TASK STATEMENT: Wherever the string "bool" appears in the entries below, return the line that holds it.

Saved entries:

━━━━━━━━

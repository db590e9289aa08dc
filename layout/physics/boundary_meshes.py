"""A head's surfaces with few enough nodes for boundary elements."""

from __future__ import annotations

import numpy as np

from layout.anatomy.head import Head, Surface
from layout.anatomy.mesh_repair import decimate
from layout.anatomy.star_surface import icosphere, radius_along
from layout.errors import LayoutError
from layout.physics.nearest_point import nearest_on_surface
from layout.units import MM

LEAST_GAP = 2 * MM  # between neighbouring surfaces: nearer ones need triangles smaller than 1,000 nodes allow


def geodesic_sphere(frequency: int) -> Surface:
    """Unit sphere of 10 f² + 2 nodes: each edge of the icosahedron in f parts, pushed out to the sphere."""
    corners, faces = icosphere(0)
    f, points, triangles = frequency, [], []
    numbers: dict[tuple, int] = {}

    def node(face: np.ndarray, i: int, j: int) -> int:
        counts = zip(face, (f - i - j, i, j), strict=True)
        place = tuple(
            sorted((int(corner), count) for corner, count in counts if count)
        )  # alike on both sides of an edge
        if place not in numbers:
            numbers[place] = len(points)
            points.append(sum(corners[corner] * count for corner, count in place))
        return numbers[place]

    for face in faces:
        for i in range(f):
            for j in range(f - i):
                triangles.append((node(face, i, j), node(face, i + 1, j), node(face, i, j + 1)))
                if i + j < f - 1:
                    triangles.append((node(face, i + 1, j), node(face, i + 1, j + 1), node(face, i, j + 1)))
    points = np.array(points)
    return Surface(points / np.linalg.norm(points, axis=1, keepdims=True), np.array(triangles))


def volume(surface: Surface) -> float:
    """Volume inside a closed, outward-oriented surface [m³]."""
    a, b, c = np.moveaxis(surface.vertices[surface.faces] - surface.vertices.mean(axis=0), 1, 0)
    return float(np.einsum("fi,fi->", a, np.cross(b, c)) / 6)


def boundary_surfaces(head: Head, nodes: int) -> tuple[Surface, Surface, Surface]:
    """Inner skull, outer skull and scalp of the head with some `nodes` nodes each.

    Where all three are star-shaped about the inner skull's centre they are read along the directions of a geodesic
    sphere, the same for all; others are decimated. Flat faces between points of a rounded surface lie inside it: each
    surface is moved out along its normals till its volume is the original's, which takes the first-order error of
    flat faces away. Raises LayoutError for surfaces that come within LEAST_GAP of each other.
    """
    originals = (head.inner_skull, head.outer_skull, head.scalp)
    try:
        found = _along_rays(originals, max(4, round(np.sqrt((nodes - 2) / 10))))
    except ValueError:  # not star-shaped
        found = [
            Surface(*decimate(np.asarray(surface.vertices), np.asarray(surface.faces), nodes)) for surface in originals
        ]
    found = [_with_volume(few, volume(many)) for few, many in zip(found, originals, strict=True)]
    for inner, outer, name in zip(found, found[1:], ("inner and outer skull", "outer skull and scalp"), strict=False):
        gap = nearest_on_surface(outer, inner.vertices).inside_depth.min()
        if gap < LEAST_GAP:
            raise LayoutError(
                f"surfaces: {name} must stay {LEAST_GAP / MM:g} mm apart at {nodes} nodes each, got {gap / MM:.2f} mm"
            )
    return tuple(found)


def _along_rays(surfaces: tuple[Surface, ...], frequency: int) -> list[Surface]:
    centre = surfaces[0].vertices.mean(axis=0)
    if not all(_is_star_shaped(surface, centre) for surface in surfaces):
        raise ValueError("a surface is not star-shaped about the inner skull's centre")
    sphere = geodesic_sphere(frequency)
    return [
        Surface(
            centre
            + radius_along(surface.vertices - centre, surface.faces, sphere.vertices)[0][:, None] * sphere.vertices,
            sphere.faces,
        )
        for surface in surfaces
    ]


def _is_star_shaped(surface: Surface, centre: np.ndarray) -> bool:
    """Whether every face turns its inner side to the centre."""
    a, b, c = np.moveaxis(surface.vertices[surface.faces] - centre, 1, 0)
    return bool((np.einsum("fi,fi->f", a, np.cross(b, c)) > 0).all())


def _with_volume(surface: Surface, wanted: float) -> Surface:
    """Moved along the vertex normals, by one distance everywhere, till the volume is the wanted one."""
    for _ in range(4):
        tri = surface.vertices[surface.faces]
        area = np.linalg.norm(np.cross(tri[:, 1] - tri[:, 0], tri[:, 2] - tri[:, 0]), axis=1).sum() / 2
        step = (wanted - volume(surface)) / area
        surface = Surface(surface.vertices + step * surface.normals, surface.faces)
    return surface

━━━━━━━━

RESULT OF THIS EXERCISE:
def _is_star_shaped(surface: Surface, centre: np.ndarray) -> bool:
    return bool((np.einsum("fi,fi->f", a, np.cross(b, c)) > 0).all())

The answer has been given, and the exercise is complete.